No television preacher has ever read the Bible. Neither has any evangelical politician. Neither has the pope. Neither have I. And neither have you. At best, we’ve all read a bad translation—a translation of translations of translations of hand-copied copies of copies of copies of copies, and on and on, hundreds of times.

About 400 years passed between the writing of the first Christian manuscripts and their compilation into the New Testament. (That’s the same amount of time between the arrival of the Pilgrims on the Mayflower and today.) The first books of the Old Testament were written 1,000 years before that. In other words, some 1,500 years passed between the day the first biblical author put stick to clay and when the books that would become the New Testament were chosen. There were no printing presses beforehand or until 1,000 years later. There were no vacuum-sealed technologies to preserve paper for centuries. Dried clay broke, papyrus and parchment crumbled away, primitive inks faded.

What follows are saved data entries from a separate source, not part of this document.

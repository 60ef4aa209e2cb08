import { describe, expect, it } from 'vitest';
import { analyze } from '../../src/engine/index';
import { drawingReport } from '../../src/export/exportDrawing';
import { csvField } from '../../src/export/report';
import { bodeModel } from '../../src/plots/model/bodeModel';
import { splaneModel } from '../../src/plots/model/splaneModel';
import { bodeInputFrom, splaneInputFrom } from '../../src/plots/fromEngine';
import { toSvg } from '../../src/plots/toSvg';
import { documentToNetlist } from '../../src/schematic/toNetlist';
import { all, exampleDrawing, parseXml } from './fixtures';

/** Minimal RFC 4180 reader (quoted fields, doubled quotes, CRLF records), written for this test. */
function readCsv(text: string): string[][] {
  const rows: string[][] = [];
  let row: string[] = [], field = '', quoted = false;
  for (let i = 0; i < text.length; i++) {
    const c = text[i];
    if (quoted) {
      if (c === '"' && text[i + 1] === '"') { field += '"'; i++; } else if (c === '"') quoted = false; else field += c;
    } else if (c === '"') quoted = true;
    else if (c === ',') { row.push(field); field = ''; }
    else if (c === '\r' && text[i + 1] === '\n') { row.push(field); rows.push(row); row = []; field = ''; i++; }
    else field += c;
  }
  return rows;
}

function section(rows: string[][], name: string): string[][] {
  const start = rows.findIndex((r) => r[0] === `# ${name}`);
  const out: string[][] = [];
  for (let i = start + 1; i < rows.length && !(rows[i].length === 1 && rows[i][0] === ''); i++) out.push(rows[i]);
  return out;
}

describe('report export', () => {
  it('writes the node table, poles, zeros and loops for A and B as JSON', async () => {
    const doc = await exampleDrawing('readout-cascode-regulated');
    const plain = drawingReport(doc, { date: '2026-01-15' });
    const loopKey = JSON.parse(plain.json).sides[0].loops[0].key as string;
    const r = drawingReport(doc, { date: '2026-01-15', compareOff: [loopKey] });
    const j = JSON.parse(r.json);
    expect(j.format).toBe('polesketch-report');
    expect(j.caution).toMatch(/small-signal/);
    expect(j.sides.map((s: { name: string }) => s.name)).toEqual(['A', 'B']);
    const netlist = documentToNetlist(doc).netlist!;
    const ref = analyze(netlist); // independent run of the engine on the same netlist
    const a = j.sides[0];
    expect(a.poles.length).toBe(ref.poles.length);
    expect(a.poles[0].hz).toBeCloseTo(ref.poles[0].hz, 6);
    const out = a.nodes.find((n: { node: string }) => n.node === 'out');
    expect(out.dcOhms).toBeCloseTo(ref.nodes.find((n) => n.name === 'out')!.dcOhms!, 3);
    expect(a.loops.length).toBeGreaterThan(0);
    expect(a.loops[0].members.length).toBeGreaterThan(0);
    expect(a.loops[0].margins).toHaveProperty('phaseMarginDeg');
    expect(j.sides[1].conditions.off).toContain(loopKey);
    // Switching the regulating loop off lowers the output impedance (Gray & Meyer: regulated
    // cascode Rout ≈ (1 + A)·gm·ro² against gm·ro² without the amplifier).
    const outB = j.sides[1].nodes.find((n: { node: string }) => n.node === 'out');
    expect(out.dcOhms / outB.dcOhms).toBeGreaterThan(20);
  });

  it('writes the same tables as RFC 4180 CSV', async () => {
    const doc = await exampleDrawing('two-stage-miller-unity');
    const r = drawingReport(doc, { date: '2026-01-15' });
    const rows = readCsv(r.csv);
    const nodes = section(rows, 'nodes');
    const header = nodes[0];
    expect(header).toContain('|Z| DC (ohm)');
    for (const row of nodes) expect(row.length).toBe(header.length);
    const j = JSON.parse(r.json);
    expect(nodes.length - 1).toBe(j.sides[0].nodes.length);
    const poles = section(rows, 'poles');
    expect(poles.length - 1).toBe(j.sides[0].poles.length);
    expect(Number(poles[1][3])).toBeCloseTo(j.sides[0].poles[0].hz, 6);
    expect(section(rows, 'loops')[0]).toContain('phase margin (deg)');
    expect(csvField('a,"b"')).toBe('"a,""b"""'); // RFC 4180 §2.6-2.7
    expect(csvField(Number.NaN)).toBe('');
  });
});

describe('plot export', () => {
  // The app's plot export: src/plots scene models serialised by toSvg (checked as XML 1.0 here).
  it('writes a Bode plot and a pole-zero map as well-formed SVG', async () => {
    const doc = await exampleDrawing('two-stage-miller-unity');
    const res = analyze(documentToNetlist(doc).netlist!);
    const bode = parseXml(toSvg(bodeModel(bodeInputFrom(res, 'two-stage')!)));
    expect(bode.problems).toEqual([]);
    const mag = all(bode.doc, 'path').filter((p) => p.getAttribute('class') === 'ps-curve-mag');
    const phase = all(bode.doc, 'path').filter((p) => p.getAttribute('class') === 'ps-curve-phase');
    expect(mag.length).toBe(1);
    expect(phase.length).toBe(1);
    // One path vertex per sweep point where the value is defined (common practice: a polyline).
    expect(mag[0].getAttribute('d')!.split(/[ML]/).filter((x) => x.trim()).length).toBe(res.sweep!.magDb.filter((v) => v !== null).length);
    const pz = parseXml(toSvg(splaneModel(splaneInputFrom(res))));
    expect(pz.problems).toEqual([]);
    expect(all(pz.doc, 'path').filter((p) => p.getAttribute('class') === 'ps-pole').length).toBe(res.poles.length);
    expect(all(pz.doc, 'path').filter((p) => p.getAttribute('class') === 'ps-zero').length).toBe(res.zeros.length);
    expect(parseXml(toSvg(bodeModel({ hz: [], magDb: [], phaseDeg: [] }))).problems).toEqual([]);
  });
});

Back then, writings from one era could be passed to the next only by copying them by hand. While there were professional scribes whose lives were dedicated to this grueling work, they did not start copying the letters and testaments about Jesus’s time until centuries after they were written. Prior to that, amateurs handled the job.

And that’s not even the bit that had the fundies screaming for blood, folks. That’s just one of the many bits that made me sit up and go, “Damn, that Kurt fellow is absolutely right. Interesting!”

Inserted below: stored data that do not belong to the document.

def _build(mp, spec, lay: _Layout, freq: float, kx_um: float, kx_bloch_um: float, empty: bool,
           courant: float, width_periods: float):
    eps_inc = float(spec["eps_incidence"])
    if empty:
        geometry = []
        default = _medium(mp, eps_inc, 0.0, freq)
    else:
        geometry = []
        for poly in spec["polygons"]:
            mat = _medium(mp, poly["eps_re"], poly["eps_im"], freq)
            pts = [(lay.X(x), lay.Y(z)) for x, z in poly["vertices_um"]]
            for piece in _clip_to_cell(pts, lay):
                verts = [mp.Vector3(x, y) for x, y in piece]
                cx = sum(v.x for v in verts) / len(verts)
                cy = sum(v.y for v in verts) / len(verts)
                # Meep takes a prism's centre as the vertex mean plus half the height
                geometry.append(mp.Prism(verts, height=mp.inf, center=mp.Vector3(cx, cy),
                                         material=mat))
        # outside the physical region on the source side the incidence medium fills the
        # buffer and the PML, whatever the polygons say, so the source sits in it
        h = lay.inc_hi - lay.inc_lo
        geometry.append(
            mp.Block(
                size=mp.Vector3(mp.inf, h),
                center=mp.Vector3(0, lay.Y(0.5 * (lay.inc_lo + lay.inc_hi))),
                material=_medium(mp, eps_inc, 0.0, freq),
            )
        )
        eb = spec["eps_background"]
        default = _medium(mp, eb[0], eb[1], freq)

    x_phase0 = lay.xc  # amp_func gets positions relative to the source centre (X = 0)

    def amp(p):
        return complex(np.exp(1j * kx_um * (p.x + x_phase0)))

    src = mp.Source(
        mp.ContinuousSource(frequency=freq, width=width_periods / freq, cutoff=_SLOWNESS,
                            is_integrated=not lay.periodic),
        component=mp.Hz,
        center=mp.Vector3(0, lay.Y(lay.z_src)),
        size=mp.Vector3(lay.size_X, 0),
        amp_func=amp,
    )
    layers = [mp.PML(lay.npml * lay.dx, direction=mp.Y)]
    kw = {}
    if lay.periodic:
        kw["k_point"] = mp.Vector3(kx_bloch_um / (2 * math.pi))
    else:
        layers.append(mp.PML(lay.npml * lay.dx, direction=mp.X))
    return mp.Simulation(
        cell_size=mp.Vector3(lay.size_X, lay.size_Y),
        resolution=lay.res,
        geometry=geometry,
        default_material=default,
        sources=[src],
        boundary_layers=layers,
        force_complex_fields=True,
        Courant=courant,
        **kw,
    )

In other news, I’m actually reading this bloody book right now. I’m in Exodus at the moment, and cringing every three seconds at how bad it is. It’s not just the moral monstrosity that is the Old Testament god.* It’s not merely the assholishness of the patriarchs. It’s the fact the damned thing is so atrociously writ.** You can tell it’s cobbled-together bits of various sources. You don’t even have to be a scholar to see that. There’s endless repetition that isn’t even poetic. There’s conflicting accounts of the same event, yet purportedly written by a single individual. There’s the sudden segues into genealogies in the midst of stories, which basically look like they’ve been crowbarred in after the fact. And so much more!

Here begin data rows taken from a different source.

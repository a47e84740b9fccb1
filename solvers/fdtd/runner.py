"""Main-environment side of the Meep (FDTD) cross-check: problem spec, launch, results.

Meep cannot live in the main environment (Debian's build needs numpy 1.x, and
``import meep`` switches the process to flush-denormals-to-zero), so every run is a
separate process, ``PYTHON worker.py PROBLEM.json FIELDS.npz``, under the interpreter
that has Meep.  This module finds that interpreter, writes the problem, runs the worker
with a wall-time guard, passes its progress lines to a callback and reads the fields.

Layout of a problem (all lengths in metres)::

            PML (pml_m)                      <- outside the physical region
    z_min + size_z  ------------------
            physical region: polygons, background, monitor lines
    z_min           ------------------
            buffer (incidence medium, source line)   } for side="below";
            PML (pml_m, incidence medium)            } mirrored for "above"

x spans [x_min, x_min + period) with Bloch-periodic sides, or [x_min, x_min + size_x]
with PML (pml_m) added outside on both sides.  The PML and buffer are added outside
the physical region; polygons that should continue into the PML (half-spaces) must
extend beyond it.  The source-side buffer and PML are filled with the incidence medium
regardless of the polygons.  The grid spacing is 1/cells_per_um um, raised if
needed so that a period is a whole number of pixels; pixel edges fall on x_min and
z_min, so pixel centres are at x_min + (i + 1/2) dx, z_min + (k + 1/2) dx.
"""

from __future__ import annotations

import functools
import json
import os
import queue
import shlex
import signal
import subprocess
import tempfile
import threading
import time
import warnings
from dataclasses import dataclass, field
from pathlib import Path
from typing import Callable, NamedTuple

import numpy as np
from scipy import constants

WORKER = Path(__file__).with_name("worker.py")
PROGRESS_PREFIX = "[fdtd] "
ENV_PYTHON = "VELOMATCH_MEEP_PYTHON"
ENV_LAUNCH = "VELOMATCH_MEEP_LAUNCH"
DEFAULT_PYTHON = "/usr/bin/python3"

INSTALL_HINT = (
    "Meep (the FDTD cross-check) was not found. Install it for some Python interpreter, e.g.\n"
    "  Debian/Ubuntu:  sudo apt-get install python3-meep python3-matplotlib\n"
    "  conda:          conda create -n meep -c conda-forge pymeep\n"
    f"then point velomatch at that interpreter: export {ENV_PYTHON}=/path/to/that/python"
)


class MeepUnavailableError(RuntimeError):
    """No interpreter with a working ``import meep`` was found."""


class FdtdWorkerError(RuntimeError):
    """The Meep worker process failed or exceeded its wall-time limit."""


@dataclass(frozen=True)
class FdtdPolygon:
    """A closed polygon of uniform relative permittivity ``eps`` (complex, Im >= 0 is loss).

    ``vertices_m``: array (n, 2) of (x, z) in metres, n >= 3, either orientation.
    """

    vertices_m: np.ndarray
    eps: complex

    def __post_init__(self):
        v = np.array(self.vertices_m, dtype=float)
        if v.ndim != 2 or v.shape[1] != 2 or v.shape[0] < 3:
            raise ValueError(f"polygon needs an (n>=3, 2) vertex array, got shape {v.shape}")
        if not np.all(np.isfinite(v)):
            raise ValueError("polygon vertices must be finite")
        v.setflags(write=False)
        object.__setattr__(self, "vertices_m", v)
        object.__setattr__(self, "eps", _check_eps(self.eps, "polygon eps"))


def _check_eps(eps, what: str) -> complex:
    e = complex(eps)
    if not e.real > 0:
        raise ValueError(f"{what} = {e}: the time-domain worker needs Re(eps) > 0 "
                         "(metals would need a dispersive model)")
    if e.imag < 0:
        raise ValueError(f"{what} = {e}: Im(eps) < 0 is gain")
    return e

Image shows an open Bible with the conflicting verses 6:19-20 and 7:2-3 of Genesis printed over the top. Caption says, "Go home, Bible. You're drunk."

There’s squeamish euphemisms, too. I finally found out what “place your hand beneath my thigh” means. It’s basically dudes saying, “grab my circumcised dick, son, and swear to me!” I can’t wait to talk to the next blue-nosed fundie about this during an argument about smut in modern literature.

There are a couple of poignant bits here and there, a few nice turns of phrase, a few things that with a lot of polish can be told as actual stories, and the Genesis creation tales (both of them) are quite nice in places. But overall, it’s not that great. Infallible, fuck no. Amenable to being taken literally? Only if you’re willing to duct tape and zip tie your brain and leave it locked in a closet as far as this book is concerned. The greatest work of literature of all time? Oh, puh-leeze. The source of all morality? Dude, if that’s where your morals come from, stay the hell away from me.

Reading it has led to another project idea, however, so I don’t feel I’m wasting my time. Much. I merely skim the begat bits. And I’m mostly just reading it in fits and snatches whilst waiting for other things to happen, so that’s a little bit of all right, then. Besides, I can hardly wait to see what horrors await me in the chapters virtually no one reads.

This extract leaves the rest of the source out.